ERROR: infer_trtis_server.cpp:276 TRTIS: failed to get response status, trtis_err_str:INTERNAL, err_msg:2 root error(s) found.
  (0) Invalid argument: Input shape axis 0 must equal 8, got shape [5,600,1024,3]
         [[{{node Preprocessor/unstack}}]]
  (1) Invalid argument: Input shape axis 0 must equal 8, got shape [5,600,1024,3]
         [[{{node Preprocessor/unstack}}]]
         [[ExpandDims_4/_199]]
0 successful operations.
0 derived errors ignored.
ERROR: infer_trtis_backend.cpp:532 TRTIS server failed to parse response with request-id:1 model:
0:03:46.539871495  2643 0x7f0cf80022a0 WARN           nvinferserver gstnvinferserver.cpp:519:gst_nvinfer_server_push_buffer:<primary_gie> error: inference failed with unique-id:1
ERROR from primary_gie: inference failed with unique-id:1
Debug info: gstnvinferserver.cpp(519): gst_nvinfer_server_push_buffer (): /GstPipeline:pipeline/GstBin:primary_gie_bin/GstNvInferServer:primary_gie
Quitting
ERROR: infer_trtis_server.cpp:276 TRTIS: failed to get response status, trtis_err_str:INTERNAL, err_msg:2 root error(s) found.
  (0) Invalid argument: Input shape axis 0 must equal 8, got shape [5,600,1024,3]
         [[{{node Preprocessor/unstack}}]]
  (1) Invalid argument: Input shape axis 0 must equal 8, got shape [5,600,1024,3]
         [[{{node Preprocessor/unstack}}]]
         [[ExpandDims_4/_199]]
0 successful operations.
0 derived errors ignored.
ERROR: infer_trtis_backend.cpp:532 TRTIS server failed to parse response with request-id:2 model:
ERROR from qtdemux0: Internal data stream error.
Debug info: qtdemux.c(6073): gst_qtdemux_loop (): /GstPipeline:pipeline/GstBin:multi_src_bin/GstBin:src_sub_bin0/GstURIDecodeBin:src_elem/GstDecodeBin:decodebin0/GstQTDemux:qtdemux0:
streaming stopped, reason custom-error (-112)
I0112 01:10:01.644682 2643 model_repository_manager.cc:708] unloading: faster_rcnn_inception_v2:13
I0112 01:10:01.917792 2643 model_repository_manager.cc:816] successfully unloaded 'faster_rcnn_inception_v2' version 13
I0112 01:10:01.918447 2643 server.cc:179] Waiting for in-flight inferences to complete.
I0112 01:10:01.918460 2643 server.cc:194] Timeout 30: Found 0 live models and 0 in-flight requests
App run failed

Some recommendation on how to fix the input shape issue?

Sorry for delay!
Still not yet get clear clues about this issue, will continue to check this.
btw, this error can also find from network.

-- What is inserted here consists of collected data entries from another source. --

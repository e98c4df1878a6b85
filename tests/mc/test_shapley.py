"""Shares of a change: the properties that define them, and the slow way over all orders."""

from itertools import permutations

import numpy as np
import pytest

from mc.shapley import shapley_shares

WEIGHTS = np.array([0.5, -1.0, 2.0, 0.25])


def product(chosen):
    return np.array([np.prod([1 + WEIGHTS[number] for number in chosen]), sum(chosen)])


def test_all_orders_the_slow_way():
    expected = np.zeros((4, 2))
    for order in permutations(range(4)):
        for place, mine in enumerate(order):
            expected[mine] += product(frozenset(order[: place + 1])) - product(frozenset(order[:place]))
    assert np.allclose(shapley_shares(product, 4), expected / 24, rtol=1e-12, atol=1e-12)


def test_shares_add_up():
    shares = shapley_shares(product, 4)
    assert np.allclose(sum(shares), product(frozenset(range(4))) - product(frozenset()), rtol=1e-12)


def test_what_has_no_effect_gets_nothing_and_equals_get_the_same():
    shares = shapley_shares(lambda chosen: float(len(chosen & {0, 2})) ** 2, 4)
    assert shares[1] == shares[3] == 0 and shares[0] == shares[2] == pytest.approx(2)


def test_one_ingredient_gets_all():
    assert shapley_shares(lambda chosen: 7.0 * len(chosen), 1)[0] == 7.0


def test_every_set_is_asked_once():
    asked = []
    shapley_shares(lambda chosen: asked.append(chosen) or 0.0, 5)
    assert len(asked) == len(set(asked)) == 32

hi @mchi, it seems there is an issue with the TensorFlow Object Detection API producing incomplete input shapes when exporting the graph, reported issue at https://github.com/tensorflow/models/issues/6159

I need to optimize the model as INT8 with NMS Ops placed on the CPU, and deploy it with DS-Triton, what do you recommend me?